Nice review and very entertaining to read. Thanks for the effort in putting together this review.

I like this new style compared to some of the older reviews which seemed like the repo of a press kit from the marketing department.


----------



## Basem R. Wasef

BundyBear said:


> Cool. [emoji41]
> 
> Nice review and very entertaining to read. Thanks for the effort in putting together this review.
> 
> I like this new style compared to some of the older reviews which seemed like the repo of a press kit from the marketing department.


Thank you, appreciate the note.


----------



## OmegaGuySD

I really like the Ahoi, but find the date change frustrating.


----------



## pas0003

Great review and great looking watch except for the crown guards. I generally don't like crown guards, but the only type of watch where I may overlook it is a diver. I know lots of others don't mind them/like them though!


----------



## GlasIsGreen

Thanks for the great review and entertaining read! What did your wife think of the 36mm?


----------



## snowbongo

Great review and photos...thanks for sharing! The best sentence was:



Basem Wasef said:


> Despite the modernist face, the movement packs enough detailing and texture to suggest a tension between the sides; it’s almost as though by displaying the intricacy of the mechanical components with their Côtes de Genève finishes, the brand is emphasizing that they _could_ design a more complex face, but resist to do so.


----------



## Basem R. Wasef

pas0003 said:


> Great review and great looking watch except for the crown guards. I generally don't like crown guards, but the only type of watch where I may overlook it is a diver. I know lots of others don't mind them/like them though!

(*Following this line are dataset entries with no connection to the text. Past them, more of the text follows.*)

// fvsweep status page: polls the coordinator's JSON API and redraws.
// Every text from the API goes into the page through textContent; the
// one exception is the tables fragment, which the server renders with
// html/template (escaped).
"use strict";

const pollEvery = 1000; // ms
let chosen = decodeURIComponent(location.hash.slice(1)) || "";
let lastTablesHTML = null;
let tablesTag = ""; // ETag of the tables shown: the server answers 304 while they stand

function el(tag, attrs, ...kids) {
  const e = document.createElement(tag);
  for (const [k, v] of Object.entries(attrs || {})) {
    if (k === "class") e.className = v;
    else if (k.startsWith("data-")) e.setAttribute(k, v);
    else e[k] = v;
  }
  for (const k of kids) e.append(k instanceof Node ? k : document.createTextNode(String(k)));
  return e;
}

async function getJSON(path) {
  return (await fetchJSON(path, "")).body;
}

// fetchJSON fetches path and returns its body and ETag; with tag (an
// ETag) the body is null when the server says the answer has not changed.
async function fetchJSON(path, tag) {
  const headers = tag ? { "If-None-Match": tag } : {};
  const r = await fetch(path, { credentials: "same-origin", cache: "no-store", headers });
  if (r.status === 304) return { body: null, tag };
  let body;
  try { body = await r.json(); } catch (e) { body = null; }
  if (!r.ok) throw new Error((body && body.error) || r.status + " " + r.statusText);
  return { body, tag: r.headers.get("ETag") || "" };
}

function stateOf(s) {
  if (s.canceled) return ["canceled", "canceled"];
  if (s.done + s.failed >= s.jobs_total) return ["complete", "complete"];
  if (s.running > 0) return ["active", "running"];
  return ["waiting", "waiting for workers"];
}

function pct(n, total) { return total > 0 ? (100 * n / total).toFixed(2) + "%" : "0%"; }

// span is a duration in seconds as "1 h 02 min", "3 min 20 s" or "12 s".
function span(sec) {
  sec = Math.max(0, Math.round(sec));
  const h = Math.floor(sec / 3600), m = Math.floor(sec % 3600 / 60), s = sec % 60;
  if (h > 0) return `${h} h ${String(m).padStart(2, "0")} min`;
  if (m > 0) return `${m} min ${String(s).padStart(2, "0")} s`;
  return `${s} s`;
}

// rate is a rate per second with three significant digits.
function rate(x) { return x >= 1000 ? x.toExponential(2).replace("e+", "e") : x.toPrecision(3); }

// jobLine describes a running job: case, group, grid, how long it has run
// and, where the worker tells it, how far it has got (t/t_end for fv2d).
function jobLine(j) {
  const grid = j.nx ? (j.ny > 1 ? `${j.nx}×${j.ny}` : `nx=${j.nx}`) : j.job_id.slice(0, 10);
  const parts = [j.case || j.sweep, j.group, grid].filter(Boolean);
  const done = j.progress == null ? "" : `, ${Math.floor(100 * j.progress)} % of t_end`;
  return `${parts.join(" · ")} (${span(j.elapsed_s)}${done})`;
}

let progress = null; // the chosen sweep's Progress, from api/sweeps/NAME/progress

// pick follows the sweep named in the address, else the first one still
// running, else the latest.
function pick(list) {
  if (list.length === 0 || list.some(s => s.sweep === chosen)) return;
  const active = list.find(s => s.done + s.failed < s.jobs_total && !s.canceled);
  chosen = (active || list[list.length - 1]).sweep;
}

function drawSweeps(list) {
  const box = document.getElementById("sweeps");
  if (list.length === 0) {
    box.replaceChildren(el("p", { class: "quiet" }, "No sweep submitted yet."));
    return;
  }
  box.replaceChildren(...list.map(s => {
    const [cls, word] = stateOf(s);
    // After a cancel the jobs still queued will not run: they show as canceled.
    const left = s.canceled ? "canceled" : "queued";
    const bar = el("div", { class: "bar", title: `${s.done} done, ${s.failed} failed, ${s.running} running, ${s.queued} ${left}` });
    for (const part of ["done", "failed", "running", "queued"]) {
      const seg = el("span", { class: part === "queued" ? left : part });
      seg.style.width = pct(s[part], s.jobs_total);
      bar.append(seg);
    }
    const n = (k, label) => [el("b", { class: "n-" + (k === "queued" ? left : k) }, s[k]), " " + label];
    const p = progress && progress.sweep === s.sweep ? progress : null;
    const row = el("div", { class: "sweep" + (s.sweep === chosen ? " chosen" : ""), "data-sweep": s.sweep, tabIndex: 0 },
      el("div", { class: "name" }, s.sweep, el("span", { class: "file" }, s.spec_file || "")),
      bar,
      el("span", { class: "state " + cls }, word),
      el("div", { class: "counts" },
        el("span", { class: "progress" }, `${s.done + s.failed} of ${s.jobs_total} jobs finished (${pct(s.done + s.failed, s.jobs_total)})`),
        " · ", ...n("done", "done"), " · ", ...n("failed", "failed"), " · ", ...n("running", "running"),
        " · ", ...n("queued", left)),
      p ? pace(s, p) : el("div", { class: "pace quiet" }, "submitted " + new Date(s.created).toLocaleString()));
    // Jobs of an outside program that no live worker offers wait for one.
    for (const [label, k] of Object.entries(s.waiting || {})) {
      row.querySelector(".counts").append(" · ", el("b", { class: "n-waiting" }, k), ` waiting for a worker with ${label}`);
    }
    const choose = () => { chosen = s.sweep; location.hash = encodeURIComponent(s.sweep); lastTablesHTML = null; poll(); };
    row.addEventListener("click", choose);
    row.addEventListener("keydown", e => { if (e.key === "Enter" || e.key === " ") choose(); });
    return row;
  }));
}

// pace is the chosen sweep's elapsed time, throughput, ETA and last change.
function pace(s, p) {
  const finished = s.done + s.failed >= s.jobs_total;
  const bits = [el("span", { class: "elapsed" }, (finished ? "took " : "elapsed ") + span(p.elapsed_s))];
  if (p.jobs_per_s != null) bits.push(el("span", { class: "rate" }, `${rate(p.jobs_per_s)} jobs/s · ${rate(p.cost_per_s)} cell updates/s (est.)`));
  if (s.canceled) bits.push(el("span", { class: "eta" }, `canceled: ${p.canceled} job${p.canceled === 1 ? "" : "s"} will not run`));
  else if (!finished) bits.push(el("span", { class: "eta" }, p.eta_s != null ? "ETA " + span(p.eta_s) : "ETA: estimating…"));
  bits.push(el("span", { class: "changed" }, "last change " + new Date(p.last_change).toLocaleTimeString()));
  const box = el("div", { class: "pace" });
  bits.forEach((b, i) => { if (i) box.append(" · "); box.append(b); });
  return box;
}

function ago(seconds) {
  if (seconds < 1) return "just now";
  if (seconds < 90) return Math.round(seconds) + " s ago";
  return Math.round(seconds / 60) + " min ago";
}

function drawWorkers(v) {
  const body = document.querySelector("#workers tbody");
  if (v.workers.length === 0) {
    body.replaceChildren(el("tr", {}, el("td", { colSpan: 9, class: "quiet t" }, "No worker has reported.")));
    return;
  }
  const heads = [...document.querySelectorAll("#workers thead th")].map(th => th.textContent);
  body.replaceChildren(...v.workers.map(w => {
    const busy = Math.min(1, Math.max(0, w.busy_recent));
    const meter = el("span", { class: "meter" }, el("span"));
    meter.firstChild.style.width = (100 * busy).toFixed(0) + "%";
    const jobs = (w.jobs || []).map(j => el("div", { class: "job", title: `${j.sweep}/${j.job_id}` }, jobLine(j)));
    const interval = w.every / 1e9; // nanoseconds in the report
    const row = el("tr", { "data-worker": w.id },
      el("td", { class: "t" }, w.id), el("td", { class: "t" }, w.host), el("td", {}, w.cores), el("td", {}, w.concurrency),
      el("td", { class: "busy", title: "share of its slots' time busy over the last minute" }, meter, (100 * busy).toFixed(0) + " %"),
      el("td", {}, w.done), el("td", {}, w.failed),
      el("td", { class: "t running-now" }, ...(jobs.length ? jobs : [el("span", { class: "quiet" }, "idle")])),
      el("td", { class: w.seen_ago_s > 2 * interval ? "stale" : "" }, ago(w.seen_ago_s)));
    label(row, heads);
    return row;
  }));
}

function drawFailures(fails) {
  const box = document.getElementById("failures");
  if (fails.length === 0) { box.replaceChildren(); return; }
  const heads = ["job", "study", "differing parameters", "attempts", "worker", "reason"];
  // Only the parameters that tell the study's jobs apart (from progress);
  // all of them until it has come.
  const short = (progress && progress.failure_params) || {};
  const rows = fails.map(f => label(el("tr", {},
    el("td", { class: "t job" }, f.job_id.slice(0, 12)), el("td", {}, f.study),
    el("td", { class: "t wrap params" }, f.job_id in short ? short[f.job_id] || "–" : f.params),
    el("td", {}, f.attempts), el("td", { class: "t" }, f.worker || "–"), el("td", { class: "t wrap reason" }, f.error)), heads));
  box.replaceChildren(el("div", { class: "failures" },
    el("h3", {}, `${fails.length} failed job${fails.length === 1 ? "" : "s"}`),
    el("table", {}, el("thead", {}, el("tr", {}, ...heads.map((h, i) =>
      el("th", { class: i === 1 || i === 3 ? "" : "t" }, h)))), el("tbody", {}, ...rows))));
}

// label gives each cell of row the heading of its column (data-label),
// which the narrow layout shows beside the value; it returns row.
function label(row, heads) {
  [...row.children].forEach((td, i) => { if (heads[i]) td.dataset.label = heads[i]; });
  return row;
}

// labelTables labels the cells of the server's tables by their columns.
function labelTables(box) {
  for (const t of box.querySelectorAll("table")) {
    const rows = [...t.querySelectorAll("tr")];
    if (rows.length === 0) continue;
    const heads = [...rows[0].children].map(c => c.textContent);
    rows[0].classList.add("head");
    for (const r of rows.slice(1)) label(r, heads);
  }
}

async function drawTables() {
  const note = document.getElementById("detail-note");
  const title = document.getElementById("h-detail");
  if (!chosen) return;
  title.textContent = "Convergence: " + chosen;
  try {
    const path = "api/sweeps/" + encodeURIComponent(chosen) + "/tables";
    const got = await fetchJSON(path, lastTablesHTML === null ? "" : tablesTag);
    if (got.body === null) return; // unchanged
    const v = got.body;
    tablesTag = got.tag;
    // The JSON is that of 'fvsweep table --format json': a grid is still to
    // come while its status is neither done nor failed.
    const n = { running: 0, queued: 0, canceled: 0 };
    for (const s of v.studies || []) for (const g of s.groups || []) for (const r of g.rows || []) {
      if (r.status in n) n[r.status]++;
    }
    const pending = n.running + n.queued;
    note.className = "quiet";
    note.textContent = pending > 0
      ? `${pending} grid${pending === 1 ? "" : "s"} still to come (${n.running} running, ${n.queued} queued); the tables fill in as results are stored.`
      : n.canceled > 0 ? `${n.canceled} grid${n.canceled === 1 ? "" : "s"} canceled before they ran.` : "Every grid has a result.";
    drawFailures(v.failures || []);
    // The same tables as HTML, rendered and escaped by the server.
    const r = await fetch(path + ".html", { credentials: "same-origin", cache: "no-store" });
    if (!r.ok) throw new Error(r.status + " " + r.statusText);
    const html = await r.text();
    if (html !== lastTablesHTML) {
      const box = document.getElementById("tables");
      box.innerHTML = html;
      labelTables(box);
      lastTablesHTML = html;
    }
  } catch (e) {
    note.className = "error";
    note.textContent = "Tables unavailable: " + e.message;
    lastTablesHTML = null;
  }
}

let timer = null;
let polls = 0;
let busy = false, again = false;

// poll fetches and redraws once, then again after pollEvery; a call while
// one is in flight (a click) makes it run once more at its end.
async function poll() {
  if (busy) { again = true; return; }
  busy = true;
  clearTimeout(timer);
  const pulse = document.getElementById("pulse");
  try {
    const [st, ws] = await Promise.all([getJSON("api/sweeps"), getJSON("api/workers")]);
    pick(st.sweeps);
    progress = null;
    if (chosen) {
      try { progress = await getJSON("api/sweeps/" + encodeURIComponent(chosen) + "/progress"); } catch (e) { progress = null; }
    }
    // The pulse changes with the first data drawn, never after it.
    pulse.className = "pulse";
    pulse.textContent = `${ws.workers.length} worker${ws.workers.length === 1 ? "" : "s"} live · refreshed ${new Date().toLocaleTimeString()}`;
    drawSweeps(st.sweeps);
    drawWorkers(ws);
    await drawTables();
    document.body.dataset.polls = String(++polls);
  } catch (e) {
    pulse.className = "pulse lost";
    pulse.textContent = "coordinator not reachable (" + e.message + "); retrying";
  }
  busy = false;
  if (again) { again = false; poll(); return; }
  timer = setTimeout(poll, pollEvery);
}

window.addEventListener("hashchange", () => {
  const h = decodeURIComponent(location.hash.slice(1));
  if (h && h !== chosen) { chosen = h; lastTablesHTML = null; poll(); }
});
poll();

Usually not a fan of them myself either, but I find they add just enough substance to work in this case; a simple silhouette works on certain pieces (like my Mondaine), but this has just a touch more heft thanks to the guards.


----------



## Basem R. Wasef

GlasIsGreen said:


> Thanks for the great review and entertaining read! What did your wife think of the 36mm?


She loved it.


----------



## GlasIsGreen

Nice! Would you mind sharing what her wrist size is?

To my eye, both watches - but especially the smaller, no-date version - look quite elegant; I would absolutely wear it with a tailored blazer. 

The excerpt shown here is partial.